After locating the line that contains "table_name AS name" in the records below, write out exactly that line and each line after it through the one that contains "(both are created", and nothing else.

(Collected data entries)

BEGIN

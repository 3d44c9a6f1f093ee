import { QueryTypes, type Sequelize } from 'sequelize';

/**
 * The tables whose rows the API may only read and add: MariaDB itself refuses its runtime user
 * an UPDATE or DELETE there. Privileges add up across levels, so the runtime user holds no
 * database-wide privilege and gets these table by table.
 */
export const APPEND_ONLY_TABLES = ['audit_events', 'product_approvals', 'label_stale_handled'] as const;
/** Read only for the API: the migrations' own record. */
const READ_ONLY_TABLES = ['schema_migrations'];

/** The owner's account (user and host) and the database of the connection, and every base table in it. */
async function ownerView(owner: Sequelize) {
  const [me] = await owner.query<{ me: string; db: string }>('SELECT CURRENT_USER() AS me, DATABASE() AS db', {
    type: QueryTypes.SELECT,
  });
  const at = me.me.lastIndexOf('@');
  const tables = await owner.query<{ name: string }>(
    "SELECT table_name AS name FROM information_schema.tables WHERE table_schema = DATABASE() AND table_type = 'BASE TABLE' ORDER BY table_name",
    { type: QueryTypes.SELECT },
  );
  return { account: me.me, user: me.me.slice(0, at), host: me.me.slice(at + 1), db: me.db, tables: tables.map((t) => t.name) };
}

const id = (name: string) => `\`${name.replace(/`/g, '``')}\``;

export type GrantOutcome = { granted: string[] } | { skipped: 'runtime-is-owner' };

/**
 * Run by the owner after every migration run, so every table (a new one too) is covered: SELECT,
 * INSERT, UPDATE and DELETE on every table but the append-only ones (SELECT and INSERT) and the
 * migrations' record (SELECT). The runtime user is taken at the owner's host (both are created
 * alike, as mariadb.mjs does). Nothing is granted when the runtime user is the owner.
 */
export async function grantRuntime(owner: Sequelize, runtimeUser: string): Promise<GrantOutcome> {
  const me = await ownerView(owner);
  if (me.user === runtimeUser) return { skipped: 'runtime-is-owner' };
  const grantee = `${owner.escape(runtimeUser)}@${owner.escape(me.host)}`;
  for (const name of me.tables) {
    const privileges = (APPEND_ONLY_TABLES as readonly string[]).includes(name)
      ? 'SELECT, INSERT'
      : READ_ONLY_TABLES.includes(name)
        ? 'SELECT'
        : 'SELECT, INSERT, UPDATE, DELETE';
    try {
      await owner.query(`GRANT ${privileges} ON ${id(me.db)}.${id(name)} TO ${grantee}`);
    } catch (err) {
      const why = err instanceof Error ? err.message : String(err);
      throw new Error(
        `The owner ${me.account} could not grant ${privileges} on ${name} to the runtime user ${runtimeUser}@${me.host}: ${why}. ` +
          `Create that user at host ${me.host} and give the owner ALL PRIVILEGES WITH GRANT OPTION on ${me.db}.`,
        { cause: err },
      );
    }
  }
  return { granted: me.tables };
}

/**
 * Takes back what grantRuntime gave on this database (MariaDB keeps table grants after a DROP
 * DATABASE): the tests' throwaway databases call it before dropping theirs.
 */
export async function revokeRuntime(owner: Sequelize, runtimeUser: string): Promise<void> {
  const me = await ownerView(owner);
  if (me.user === runtimeUser) return;
  const grantee = `${owner.escape(runtimeUser)}@${owner.escape(me.host)}`;
  for (const name of me.tables) {
    await owner.query(`REVOKE ALL PRIVILEGES ON ${id(me.db)}.${id(name)} FROM ${grantee}`).catch(() => undefined);
  }
}
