import type { Options } from 'sequelize';
import { databaseOwner, type AppConfig } from '../config/config';

/** The settings that name the database and its two users. */
export type DatabaseSettings = Pick<
  AppConfig,
  'DB_HOST' | 'DB_PORT' | 'DB_NAME' | 'DB_USER' | 'DB_PASSWORD' | 'DB_OWNER_USER' | 'DB_OWNER_PASSWORD'
>;

/**
 * How the API reaches MariaDB: as its runtime user (DB_USER) while it serves, as the owner
 * (DB_OWNER_USER) to migrate and grant (see runtime-grants.ts).
 */
export function connectionOptions(config: DatabaseSettings, as: 'runtime' | 'owner' = 'runtime'): Options {
  const who = as === 'owner' ? databaseOwner(config) : { user: config.DB_USER, password: config.DB_PASSWORD };
  return {
    dialect: 'mariadb',
    host: config.DB_HOST,
    port: config.DB_PORT,
    database: config.DB_NAME,
    username: who.user,
    password: who.password,
    logging: false,
    define: { charset: 'utf8mb4', collate: 'utf8mb4_unicode_ci', underscored: true },
    timezone: '+00:00',
    dialectOptions: { connectTimeout: 5000 },
    // A connection the server dropped (stopped, restarted) is found invalid and replaced at its next
    // use, so service comes back as soon as the database does; a request waits at most 10 s for a
    // connection, then answers database-unavailable (common/database-unavailable.ts).
    pool: { max: 10, min: 0, idle: 10000, acquire: 10000 },
  };
}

END

◆ **Exercise solution**
    "SELECT table_name AS name FROM information_schema.tables WHERE table_schema = DATABASE() AND table_type = 'BASE TABLE' ORDER BY table_name",
    { type: QueryTypes.SELECT },
  );
  return { account: me.me, user: me.me.slice(0, at), host: me.me.slice(at + 1), db: me.db, tables: tables.map((t) => t.name) };
}

const id = (name: string) => `\`${name.replace(/`/g, '``')}\``;

export type GrantOutcome = { granted: string[] } | { skipped: 'runtime-is-owner' };

/**
 * Run by the owner after every migration run, so every table (a new one too) is covered: SELECT,
 * INSERT, UPDATE and DELETE on every table but the append-only ones (SELECT and INSERT) and the
 * migrations' record (SELECT). The runtime user is taken at the owner's host (both are created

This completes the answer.